Women who have Type 1 diabetes mellitus should be screened for postnatal thyroiditis, as their risk of this condition is 3–4 times higher (Buschur and Polsky, 2021). Postnatal thyroiditis is the development of hypothyroidism or thyrotoxicosis (or both) in the first 12 months after the birth of the baby (Smith et al, 2017). Testing for postnatal thyroiditis involves assessing the level of thyroid stimulating hormone at 3 and 6 months postnatally. If postnatal thyroiditis is diagnosed, women will require annual thyroid stimulating hormone tests for 5–10 years (Smith et al, 2017). Postnatal thyroiditis occurs in 7–10% of postnatal women (Smith et al, 2017), and midwives should counsel women with Type 1 diabetes about this possibility.
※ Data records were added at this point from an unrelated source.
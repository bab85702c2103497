/**
 * The permission map, stated literally: each role's line written by hand from PRODUCT.md's role
 * table ("Who uses it (roles)"), with the reason beside it. A changed line in lib/auth/permissions.ts
 * fails here until a person changes this table too. What each permission opens (which actions,
 * routes and pages) is in tests/fixtures/access/table.ts and walked by guard-walk and roles.e2e.
 */
import { describe, expect, test } from "vitest";
import { can, PERMISSIONS, permissionsOf, ROLE_PERMISSIONS, rolesWith, type Permission } from "@/lib/auth/permissions";
import { ROLES, type Role } from "@/lib/auth/roles";

const EXPECTED_PERMISSIONS = [
  "register.read",
  "labels.print",
  "certificates.print",
  "cartons.print",
  "veneer.work",
  "cabinet.work",
  "cabinet.lacquer",
  "lab.work",
  "assembly.work",
  "packing.work",
  "service.work",
  "quality.work",
  "admin.users",
  "admin.reference",
  "admin.mail",
  "admin.tokens",
];

// register.read: PRODUCT.md, "Every signed-in user may search and read traces", so every role.
// labels.print: PRODUCT.md names veneer (cabinet labels) and packing (certificate, carton label),
//   and service reissues the certificate; it is silent on the other stations, which handle
//   labelled things and may reprint a worn label. Admin does no station work.
// certificates.print: PRODUCT.md, packing "prints the pair certificate", service "reissues the
//   certificate"; nobody else.
// cartons.print: PRODUCT.md, packing "prints the ... carton label"; service "ships it back", and the
//   service desk's issue packs a repaired speaker "carton label as usual"; nobody else.
// cabinet.lacquer: PRODUCT.md is silent on who makes lacquer cabinets; the veneer room makes every
//   veneered cabinet and prints cabinet labels, and the cabinet shop works them, so both.
const EXPECTED_MAP: Record<Role, string[]> = {
  veneer: ["register.read", "labels.print", "veneer.work", "cabinet.lacquer"], // receives flitches, leaves, defects, allocation; prints cabinet labels
  cabinet: ["register.read", "labels.print", "cabinet.work", "cabinet.lacquer"], // records each route step of a cabinet pair
  lab: ["register.read", "labels.print", "lab.work"], // measurements, pair matching, the finished pair's acoustic test
  assembly: ["register.read", "labels.print", "assembly.work"], // builds each speaker by scanning labels
  packing: ["register.read", "labels.print", "certificates.print", "cartons.print", "packing.work"], // clean check, certificate and carton label, packs, ships
  service: ["register.read", "labels.print", "certificates.print", "cartons.print", "service.work"], // service cases, reissues the certificate
  quality: ["register.read", "labels.print", "quality.work"], // containments, holds, dispositions, deviations, corrections
  admin: ["register.read", "admin.users", "admin.reference", "admin.mail", "admin.tokens"], // users and roles, models, routes, tokens; no station work
};

describe("the permission map", () => {
  test("names exactly these permissions", () => {
    expect([...PERMISSIONS]).toEqual(EXPECTED_PERMISSIONS);
  });

  test("has exactly one line per role", () => {
    expect(Object.keys(ROLE_PERMISSIONS).sort()).toEqual([...ROLES].sort());
    expect(Object.keys(EXPECTED_MAP).sort()).toEqual([...ROLES].sort());
  });

  test.each(Object.entries(EXPECTED_MAP))("%s holds exactly %j", (role, permissions) => {
    expect([...ROLE_PERMISSIONS[role as Role]].sort()).toEqual([...permissions].sort());
    expect(new Set(ROLE_PERMISSIONS[role as Role]).size, "each permission once").toBe(ROLE_PERMISSIONS[role as Role].length);
  });
});

// Which roles hold each permission, read off the literal map above by hand: a second statement
// of the same table, so that a helper that reads the map wrongly is caught as well.
const HOLDERS: [string, Role[]][] = [
  ["register.read", ["veneer", "cabinet", "lab", "assembly", "packing", "service", "quality", "admin"]],
  ["labels.print", ["veneer", "cabinet", "lab", "assembly", "packing", "service", "quality"]],
  ["certificates.print", ["packing", "service"]],
  ["cartons.print", ["packing", "service"]],
  ["veneer.work", ["veneer"]],
  ["cabinet.work", ["cabinet"]],
  ["cabinet.lacquer", ["veneer", "cabinet"]],
  ["lab.work", ["lab"]],
  ["assembly.work", ["assembly"]],
  ["packing.work", ["packing"]],
  ["service.work", ["service"]],
  ["quality.work", ["quality"]],
  ["admin.users", ["admin"]],
  ["admin.reference", ["admin"]],
  ["admin.mail", ["admin"]],
  ["admin.tokens", ["admin"]],
];

describe("can, rolesWith and permissionsOf", () => {
  test("the holders table names every permission once", () => {
    expect(HOLDERS.map(([p]) => p)).toEqual(EXPECTED_PERMISSIONS);
  });

  test.each(HOLDERS)("%s is held by %j", (permission, holders) => {
    const p = permission as Permission;
    expect(rolesWith(p)).toEqual(holders);
    for (const role of ROLES) {
      expect(can([role], p), role).toBe(holders.includes(role));
      expect(permissionsOf([role]).has(p), role).toBe(holders.includes(role));
    }
  });

  test.each([
    // [roles, a permission, held?] — several roles grant the union of their permissions.
    [["veneer", "lab"], "lab.work", true],
    [["veneer", "lab"], "veneer.work", true],
    [["veneer", "lab"], "admin.users", false],
    [["admin", "packing"], "packing.work", true],
    [["admin", "packing"], "labels.print", true],
    [["cabinet", "quality"], "assembly.work", false],
    [[], "register.read", false],
  ] as [Role[], Permission, boolean][])("can(%j, %s) is %s", (roles, permission, held) => {
    expect(can(roles, permission)).toBe(held);
    expect(permissionsOf(roles).has(permission)).toBe(held);
  });

  test.each([
    [["veneer", "lab"], ["cabinet.lacquer", "lab.work", "labels.print", "register.read", "veneer.work"]],
    [["admin", "packing"], ["admin.mail", "admin.reference", "admin.tokens", "admin.users", "cartons.print", "certificates.print", "labels.print", "packing.work", "register.read"]],
    [[], []],
  ] as [Role[], string[]][])("permissionsOf(%j) is %j", (roles, permissions) => {
    expect([...permissionsOf(roles)].sort()).toEqual(permissions);
  });
});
All women who are diabetic or who had gestational diabetes mellitus in pregnancy should receive in-depth and practical counselling about diet, behaviour and lifestyle modifications. These have been shown to have major impacts on the chances of developing further complications later in life (Ringvoll et al, 2023), and emphasis on these issues is therefore warranted. Midwives should go through these aspects of care in great detail, ensuring that women have good understanding of how to adjust their diets and lifestyles.
Conclusions
The incidence of diabetes mellitus and gestational diabetes mellitus are increasing worldwide. Diabetes can have serious consequences for both mother and baby. Midwives have the important role of working in partnership with women, ensuring that they have a safe and positive experience during their maternity care, from pre-conception through to the postpartum period. Comprehensive assessment of women with diabetes enables midwives to implement and evaluate care for each woman on an individual basis. This practice entails applying preventative measures, recognising complications in the mother, promoting health and education and working in collaboration with other healthcare professionals to ensure the best possible outcome for the woman. Up-to-date knowledge of how to care for women with diabetes is therefore very important for midwives.